Мемориал представляет собой огромного сфинкса с короной, большими грудями, мощной задней частью, древними венгерскими косами и шапкой, смотрящего вдаль слепыми глазами. Символика не совсем ясна: намекает ли она на тайну жизни и смерти или, возможно, указывает на восточные корни венгров, похороненных здесь?
У подножия сфинкса стоит полураздетый — но в шапке по правилам — солдат, оплакивающий своих товарищей. Перед ним лежит вырезанный венок с несколькими засохшими цветами и свежим букетом красных цветов, который я принес на могилу в память о моём деде, который был военнопленным в Сибири во время Первой мировой войны.

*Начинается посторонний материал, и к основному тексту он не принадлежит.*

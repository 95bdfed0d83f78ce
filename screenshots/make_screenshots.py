"""Regenerate the screenshots of the text UI from the bundled demo jobs.

    python screenshots/make_screenshots.py [--size 100x32] [--out screenshots]

Writes one SVG per main view (and a PNG beside it when rsvg-convert, cairosvg or
ImageMagick is available). The user library is pointed at an empty temporary folder so the
pictures show only the bundled presets.
"""

from __future__ import annotations

import argparse
import asyncio
import os
import shutil
import subprocess
import sys
import tempfile
from pathlib import Path

HERE = Path(__file__).resolve().parent
PRESETS = HERE.parent / "presets"

# (file name, job (None: start as `shopbeam` does), keys to press before the picture)
SHOTS = [
    ("library", None, []),
    ("job", "demo", []),
    ("span", "demo", ["escape", "2"]),
    ("loads", "demo", ["escape", "3"]),
    ("section", "demo", ["escape", "4"]),
    ("material", "demo", ["escape", "5"]),
    ("criteria", "demo", ["escape", "6"]),
    ("results", "demo", ["escape", "7"]),
    ("plots", "demo", ["escape", "8"]),
    ("calc", "demo", ["escape", "9"]),
    ("rating", "demo", ["escape", "0"]),
    ("sizing", "demo", ["escape", "s", "r"]),
    ("help", "demo", ["f1"]),
    ("lifting-results", "jib-arm", ["escape", "7"]),
]


def to_png(svg: Path) -> Path | None:
    png = svg.with_suffix(".png")
    if shutil.which("rsvg-convert"):
        # rsvg draws the no-break spaces of the export narrower than a cell: give it plain
        # spaces it must keep instead
        text = svg.read_text(encoding="utf-8").replace("&#160;", " ")
        text = text.replace("<svg ", '<svg xml:space="preserve" ', 1)
        with tempfile.NamedTemporaryFile("w", suffix=".svg", delete=False,
                                         encoding="utf-8") as tmp:
            tmp.write(text)
        try:
            subprocess.run(["rsvg-convert", "-o", str(png), tmp.name], check=True)
        finally:
            os.unlink(tmp.name)
        return png
    try:
        import cairosvg  # type: ignore

        cairosvg.svg2png(url=str(svg), write_to=str(png))
        return png
    except ImportError:
        pass
    magick = shutil.which("magick") or shutil.which("convert")
    if magick:
        done = subprocess.run([magick, str(svg), str(png)], capture_output=True)
        if done.returncode == 0 and png.exists():
            return png
    return None


async def shoot(name, job, keys, size, out: Path) -> Path:
    from shopbeam.tui.app import make_app

    path = None if job is None else PRESETS / f"{job}.toml"
    app = make_app(path, cursor_blink=False)
    async with app.run_test(size=size) as pilot:
        await pilot.pause()
        for _ in range(200):  # the first solve starts after the first paint: wait for it
            js = getattr(app, "job_screen", None)
            if js is not None and not js.session.stale:
                break
            await pilot.pause(0.05)
        await app.workers.wait_for_complete()
        for k in keys:
            await pilot.press(k)
            await pilot.pause()
        # let workers (calc sheet, rating, sizing) finish
        await app.workers.wait_for_complete()
        await pilot.pause(0.2)
        svg = out / f"{name}.svg"
        app.save_screenshot(filename=svg.name, path=str(out))
    return svg


def main(argv=None) -> int:
    ap = argparse.ArgumentParser(description=__doc__.splitlines()[0])
    ap.add_argument("--size", default="100x32",
                    help="terminal size WxH (default 100x32); 80x24 pictures go in "
                         "screenshots/80x24 (python screenshots/make_screenshots.py --size "
                         "80x24 --out screenshots/80x24)")
    ap.add_argument("--out", default=str(HERE), help="folder for the pictures")
    ap.add_argument("--only", default=None, help="comma-separated shot names")
    args = ap.parse_args(argv)
    w, h = (int(v) for v in args.size.lower().split("x"))
    out = Path(args.out)
    out.mkdir(parents=True, exist_ok=True)
    os.environ["SHOPBEAM_USER_DIR"] = tempfile.mkdtemp(prefix="shopbeam-shots-")
    os.environ.pop("SHOPBEAM_LIBRARY", None)
    wanted = set(args.only.split(",")) if args.only else None
    for name, job, keys in SHOTS:
        if wanted and name not in wanted:
            continue
        svg = asyncio.run(shoot(name, job, keys, (w, h), out))
        png = to_png(svg)
        print(f"{svg}" + (f"  {png}" if png else "  (no PNG converter found)"))
    return 0


if __name__ == "__main__":
    sys.exit(main())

На надгробии надписи на венгерском и русском языках: MAGYAR TISZTEK AZ ELHUNYT MAGYAR KATONÁKNAK – ВЕНГЕРСКИЕ ОФИЦЕРЪ ВЕНГЕРСКИМЪ СОЛДАТАМЪ. В явно новой надписи, написанной старой орфографией — вероятно скопированной с предыдущей таблички — конечный твёрдый знак в ОФИЦЕРЪ лучше было бы заменить на Ы, чтобы обозначить множественное число «офицеры». Под мраморной табличкой лежит оригинальная сломанная глиняная табличка: BAJTÁRSAK BAJTÁRSAKNAK (Товарищам от товарищей).
О дальнейшей судьбе венгерских военнопленных в Ташкенте известно относительно немного. После Брест-Литовского мира 1918 года многие вернулись домой — но из-за Гражданской войны в России и анти-венгерского Чешского легиона дорога на запад была непростой: большинство объехало полмира, как Карой в нашей предыдущей серии Розовые письма, который вероятно вернулся через Японию на улицу Кис-Корона в Обуде.
Многие остались: из двух миллионов австро-венгерских военнопленных около пятнадцати тысяч. Несколько цитат из книги Бела Фабиан 6 лошадей – 40 человек. Записки военнопленных (1930):
«В городе на каждом шагу слышался венгерский. Здесь говорили больше по-венгерски, чем на главной площади некоторых малых городов Великой равнины».
«Дни проходили, настроение постепенно успокаивалось; никаких новостей из Сибири или об эвакуации, только солдаты тихо умирали. Практически никто не остался из мужчин из Перемышля. Было ясно, что лагеря рядовых вымрут до последнего человека. Грустные похоронные процессии рядовых, за некоторыми потрёпанными мужчинами, идущими за повозками с гробами, стали настолько привычным видом в городе, что редко случалось не встретить такую процессию ежедневно».
«Кто стал красным, получил сапоги. Кто нет — получил тиф. Это не был идеологический вопрос».
Как показывает последняя цитата, многие венгры остались, вступив на службу новым властям. Это стало «ташкентской школой». Из их рядов вышло много будущих кадров, политических комиссаров и членов расстрельных команд. Эта история остаётся слепой зоной в венгерской истории. После войны о ней было неудобно говорить, и выжило мало свидетелей: либо они ассимилировались, либо были убиты как иностранцы во время Большого террора.
Иштван Липот Гач вернулся домой. Между двумя мировыми войнами он в основном создавал могилы и военные памятники. Его самое известное произведение — мемориал 3-го Сегединского уланского полка (1943) на площади Магьяр Эде перед арт-нуво дворцом Реёк в Сегедине. Как и ташкентский сфинкс, он тоже «тяжёлый сзади»: стоящий за ним здание факультета права и государственных наук Сегедина называют «за задом лошади».